Before the 1960s were up, though, he began a long trek across the ideological spectrum. Long before the large communist parties in Western Europe had dared turn critical of Moscow, Petkoff broke with the USSR, denouncing the Soviet invasion to crush the 1968 Prague Spring. That took real guts at the time. It put him at odds with the only political tribe he’d ever known and earned him —a little known South American activist at the time— a rare, personalized rebuke from Leonid Brezhnev for deviasionism.

See? Teodoro always punched above his weight.

Teodoro in the 70s

Petkoff spent the next few decades trying, and mostly failing, to build a democratic socialist party in Venezuela.
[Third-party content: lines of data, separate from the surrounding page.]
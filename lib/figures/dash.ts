/** Dashes by the place in a list: a reader without colours can tell curves apart. */
import { px } from './svg'

/** In units of the line width; round ends make short ones dots. */
const DASHES = ['', '3.4 2.4', '0 2.2', '5 2.2 0 2.2', '1.6 2.4', '7 2.4']

export function dashOf(place: number, width: number): string | null {
  const dash = DASHES[place % DASHES.length]
  if (!dash) return null
  return dash
    .split(' ')
    .map((part) => px(Number(part) * width))
    .join(' ')
}

/** How a curve is stroked: that in a legend or in a margin is the same. */
export function strokeOf(place: number, width: number) {
  const dash = dashOf(place, width)
  return { class: 'curve', 'stroke-width': width, ...(dash === null ? {} : { 'stroke-dasharray': dash }) }
}
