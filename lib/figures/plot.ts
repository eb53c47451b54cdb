/** From the quantities of a figure to pixels. */
import { px } from './svg'
import type { Window } from './window'

/** What the place of a figure asks for: a wide page, a phone, a slide. */
export interface Frame {
  readonly width: number
  readonly height: number
  /** Size of the type; lines and gaps follow from it. */
  readonly type: number
  /** True where labels have no room beside the plot. */
  readonly compact: boolean
  /** Begins the ids of this drawing, so that several fit one page. */
  readonly id: string
}

/** The plot's edges, in pixels from the upper left corner. */
export interface Plot {
  readonly left: number
  readonly right: number
  readonly top: number
  readonly bottom: number
  readonly x: (time: number) => number
  readonly y: (scale: number) => number
}

export interface Margins {
  readonly left: number
  readonly right: number
  readonly top: number
  readonly bottom: number
}

export function plotOf(frame: Frame, margins: Margins, { from, to, top: a }: Window): Plot {
  const [left, top] = [px(margins.left), px(margins.top)]
  const right = px(frame.width - margins.right)
  const bottom = px(frame.height - margins.bottom)
  return {
    left,
    right,
    top,
    bottom,
    x: (time) => px(left + ((time - from) / (to - from)) * (right - left)),
    y: (scale) => px(bottom - (scale / a) * (bottom - top)),
  }
}

/** The page's widths: a phone, a tablet, a desk or a hall. */
export const FRAMES: readonly Frame[] = [
  { id: 'narrow', width: 370, height: 262, type: 13, compact: true },
  { id: 'middle', width: 800, height: 330, type: 15, compact: false },
  { id: 'wide', width: 1240, height: 365, type: 15, compact: false },
]
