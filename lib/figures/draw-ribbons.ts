/** Era ribbons on the time axis of the long view: one per scenario, named where a word fits. */

import type { Era } from './contents'
import { dashOf } from './draw-curve'
import type { Stretch } from './eras'
import type { Curve } from './long-view'
import type { Frame, Plot } from './plot'
import { px, type SvgNode, svg } from './svg'
import { textWidth } from './text-width'

/** In units of the type. */
const PITCH = { wide: 1.75, compact: 1.5 }
const BAR = 1.08
const ABOVE = 0.16
const WORD = 0.78

export function ribbonsHeight(curves: readonly Curve[], { type, compact }: Frame): number {
  const rows = curves.filter(({ eras }) => eras !== null).length
  return rows === 0 ? 0 : (rows * (compact ? PITCH.compact : PITCH.wide) + 0.5) * type
}

/** The ribbons hang below the frame's own height. */
export function drawRibbons(curves: readonly Curve[], plot: Plot, frame: Frame): SvgNode[] {
  const rows = curves.filter(({ eras }) => eras !== null)
  if (rows.length === 0) return []
  const pitch = (frame.compact ? PITCH.compact : PITCH.wide) * frame.type
  const ribbons = rows.map((curve, i) => drawRibbon(curve, frame.height + 0.3 * frame.type + i * pitch, plot, frame))
  const x = plot.x(0)
  const now = svg('line', {
    x1: x,
    x2: x,
    y1: frame.height,
    y2: px(frame.height + ribbonsHeight(curves, frame)),
    class: 'now',
  })
  return [...ribbons, now]
}

function drawRibbon({ slot, eras, extrapolated }: Curve, y: number, plot: Plot, frame: Frame): SvgNode {
  const { type, id } = frame
  const line = px(ABOVE * type)
  const bar = { y: px(y + 2 * line), height: px(BAR * type) }
  const spans = eras?.dominant ?? []
  const last = spans.at(-1)
  const hatched = extrapolated && last && last.to > 0
  return svg(
    'g',
    { class: `slot-${slot}` },
    key(slot, bar.y + bar.height / 2, plot, type),
    ...(eras?.accelerating ?? []).map((span) =>
      svg('rect', { ...extent(span, plot), y: px(y), height: line, class: 'faster' }),
    ),
    ...spans.map((span) => svg('rect', { ...extent(span, plot), ...bar, class: classOf(span.value) })),
    ...(hatched ? [svg('rect', { ...extent({ from: 0, to: last.to }, plot), ...bar, fill: `url(#${id}-veil)` })] : []),
    ...spans.flatMap((span) => word(span, bar.y, plot, type)),
  )
}

function extent({ from, to }: Pick<Stretch<unknown>, 'from' | 'to'>, plot: Plot) {
  const x = plot.x(from)
  return { x, width: px(plot.x(to) - x) }
}

function classOf(era: Era): string {
  return `era ${era.replace(' ', '-')}`
}

/** The scenario's line in the margin. */
function key(slot: number, y: number, plot: Plot, type: number): SvgNode {
  const width = px(0.17 * type)
  const dash = dashOf(slot, width)
  const place = { x1: px(0.2 * type), x2: px(plot.left - 0.7 * type), y1: px(y), y2: px(y) }
  return svg('line', {
    ...place,
    class: 'curve',
    'stroke-width': width,
    ...(dash === null ? {} : { 'stroke-dasharray': dash }),
  })
}

function word({ from, to, value }: Stretch<Era>, y: number, plot: Plot, type: number): SvgNode[] {
  const size = px(WORD * type)
  const [left, right] = [plot.x(from), plot.x(to)]
  if (textWidth(value, size) + 0.6 * type > right - left) return []
  // Beside the line of now, never under it.
  const now = plot.x(0)
  const start = left < now && right > now && right - now > now - left ? now : left
  const fits = textWidth(value, size) + 0.6 * type <= right - start
  const place = { x: px((fits ? start : left) + 0.45 * type), y: px(y + 0.79 * type), 'font-size': size }
  return [svg('text', { ...place, class: `era-word ${value.replace(' ', '-')}` }, value)]
}
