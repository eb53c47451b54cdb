/** How far the vertical axis goes, from the values that are to be seen. */
import { linearRange, type Range } from './scale'

// All numbers here are tuned by eye.
/** Values that run away at an edge are cut: what lies beyond these parts of all values. */
const CUT = { low: 0.03, high: 0.95 }
/** But not where the whole is hardly larger than the rest. */
const HARDLY = 1.7
const PAD = 0.06
/** What varies by less in parts of itself does not vary. */
const LEVEL = 1e-12
/** What must be seen fills at least one part in so many. */
const RUNAWAY = 8
/** From here on what is positive everywhere begins at 0. */
const NEAR_ZERO = 0.45
/** A logarithmic axis, for what spans more than this. */
const DECADES = 12

/** `steady`: values that must be seen. `logarithmic`: a logarithm may be used where it helps. */
export function spanOf(values: readonly (number | null)[], steady: readonly number[], logarithmic: boolean): Range {
  const known = values.filter((value) => value !== null && Number.isFinite(value)) as number[]
  const sorted = known.sort((one, other) => one - other)
  const [least, most] = [sorted[0], sorted.at(-1)]
  if (least === undefined || most === undefined) return linearRange(0, 1)
  if (logarithmic && least > 0 && most > DECADES * least) {
    return { scaling: 'log', from: least / 1.2, to: most * 1.2, linear: 1 }
  }
  return padded(bulk(sorted, steady), least)
}

function bulk(sorted: readonly number[], steady: readonly number[]): readonly [number, number] {
  const at = (part: number) => sorted[Math.round(part * (sorted.length - 1))] as number
  const [low, high] = [Math.min(at(CUT.low), ...steady), Math.max(at(CUT.high), ...steady)]
  const [least, most] = [Math.min(at(0), ...steady), Math.max(at(1), ...steady)]
  const [bottom, top] =
    most - least <= HARDLY * (high - low) ? [least, most] : [Math.max(least, low), Math.min(most, high)]
  const largest = RUNAWAY * Math.max(...steady.map(Math.abs))
  return largest > 0 ? [Math.max(bottom, -largest), Math.min(top, largest)] : [bottom, top]
}

function padded([low, high]: readonly [number, number], least: number): Range {
  const size = Math.max(Math.abs(low), Math.abs(high))
  const pad = high - low > LEVEL * size ? PAD * (high - low) : PAD * size || 1
  if (least >= 0 && low < NEAR_ZERO * high) return linearRange(0, high + pad)
  return linearRange(low - pad, high + pad)
}
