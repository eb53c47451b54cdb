/** How far the vertical axis goes, from the values that are to be seen. */
import { linearRange, type Range } from './scale'

// All numbers here are tuned by eye.
/** Where a curve runs away at an edge it is cut: what lies beyond these parts of its values. */
const CUT = { low: 0.03, high: 0.92 }
/** But not where the whole is hardly larger than the rest. */
const HARDLY = 1.7
const PAD = 0.06
/** What varies by less in parts of itself does not vary. */
const LEVEL = 1e-12
/** What must be seen fills at least one part in so many. */
const RUNAWAY = { value: 5, difference: 5, ratio: 8, log: 1e6 }
/** From here on what is positive everywhere begins at 0. */
const NEAR_ZERO = 0.45
/** A logarithmic axis, for what spans more than this; where values begin at 0, of which it shows nothing, for more. */
const DECADES = { positive: 12, fromZero: 100 }

/** A ratio is drawn so only where it spans more than this. */
const RATIOS = 30

export interface Wish {
  /** Values that must be seen. */
  readonly steady: readonly number[]
  /** A curve that stays within them is shown as a whole. */
  readonly bounds?: Extent
  /** Values whose logarithm may be drawn where it helps, ratios, differences, or others. */
  readonly kind: 'size' | 'ratio' | 'difference' | 'value'
}

type Sorted = readonly number[]
export type Extent = readonly [low: number, high: number]

export function spanOf(curves: readonly (readonly (number | null)[])[], wish: Wish): Range {
  const known = curves.map(ascending).filter(({ length }) => length > 0)
  if (known.length === 0) return linearRange(0, 1)
  const least = Math.min(...known.map(first))
  const seen = known.map((sorted) => bulk(sorted, wish.bounds))
  const main = capped(merged(seen, wish.steady), known, wish)
  return logarithmic(known, main, wish) ?? padded(main, least)
}

const byValue = (one: number, other: number) => one - other
const isKnown = (value: number | null): value is number => value !== null && Number.isFinite(value)
const ascending = (values: readonly (number | null)[]): Sorted => values.filter(isKnown).sort(byValue)
const first = (sorted: Sorted) => sorted[0] as number
const last = (sorted: Sorted) => sorted.at(-1) as number
const at = (sorted: Sorted, part: number) => sorted[Math.round(part * (sorted.length - 1))] as number

/** Of each curve by itself: one that is short has few values among those of all. */
function bulk(sorted: Sorted, bounds?: Extent): Extent {
  const [low, high] = [at(sorted, CUT.low), at(sorted, CUT.high)]
  const whole = [first(sorted), last(sorted)] as const
  if (bounds && whole[0] >= bounds[0] && whole[1] <= bounds[1]) return whole
  return whole[1] - whole[0] <= HARDLY * (high - low) ? whole : [low, high]
}

function merged(extents: readonly Extent[], steady: readonly number[]): Extent {
  return [Math.min(...extents.map(([low]) => low), ...steady), Math.max(...extents.map(([, high]) => high), ...steady)]
}

/** What must be seen says how large the others may be; of differences it does not. */
function capped([low, high]: Extent, curves: readonly Sorted[], { steady, kind }: Wish): Extent {
  const typical = kind === 'difference' ? curves.map((sorted) => at(ascending(sorted.map(Math.abs)), 0.5)) : []
  const largest = RUNAWAY[kind === 'size' ? 'value' : kind] * Math.max(0, ...steady.map(Math.abs), ...typical)
  return largest > 0 ? [Math.max(low, -largest), Math.min(high, largest)] : [low, high]
}

function logarithmic(curves: readonly Sorted[], [low]: Extent, { steady, kind }: Wish): Range | null {
  const least = Math.min(...curves.map(first))
  if (kind === 'ratio' && least > 0) return logRange(low, Math.max(...curves.map((sorted) => bulk(sorted)[1])), RATIOS)
  if (kind !== 'size' || least < 0) return null
  const most = Math.max(...curves.map(last))
  const to = Math.min(most, RUNAWAY.log * Math.max(0, ...steady) || most)
  if (least > 0) return logRange(least, to, DECADES.positive)
  return logRange(at(ascending(curves.flat()), CUT.low), to, DECADES.fromZero)
}

function logRange(from: number, to: number, enough: number): Range | null {
  return from > 0 && to > enough * from ? { scaling: 'log', from: from / 1.2, to: to * 1.2, linear: 1 } : null
}

function padded([low, high]: Extent, least: number): Range {
  const size = Math.max(Math.abs(low), Math.abs(high))
  const pad = high - low > LEVEL * size ? PAD * (high - low) : PAD * size || 1
  if (least >= 0 && low < NEAR_ZERO * high) return linearRange(0, high + pad)
  return linearRange(low - pad, high + pad)
}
MAS, the post-communist party he founded, though the darling of intellectuals, never really found a mass following.

His one briefing taste of power came in the chiripero era, and he had some success as a pragmatic reforming planning minister for Rafael Caldera in the mid-1990s. He would’ve had more had oil prices not collapsed right in the middle of the reform program.

But his real moment in the national spotlight came with the rise of Hugo Chávez to power, in the early oughts, as he refashioned himself as the conscience of the nation: the most biting, incisive, and sharp critic of rising chavista authoritarianism and a voice of effortless moral clarity in an increasingly murky political moment. It was then that he joined the First Name Pantheon — the tiny, select group of Venezuelans so well-known you didn’t need to use his unfamiliar slavic family name to refer to him at all.

His daily front-page editorials first in El Mundo and, starting in 2000 in Tal Cual, a newspaper he founded, set the agenda for political life in the nation. He drove Chávez crazy, puncturing his nonsense with clarity, wit, playfulness, erudition and the gravitas that came from having already done it all and lived to tell the tale.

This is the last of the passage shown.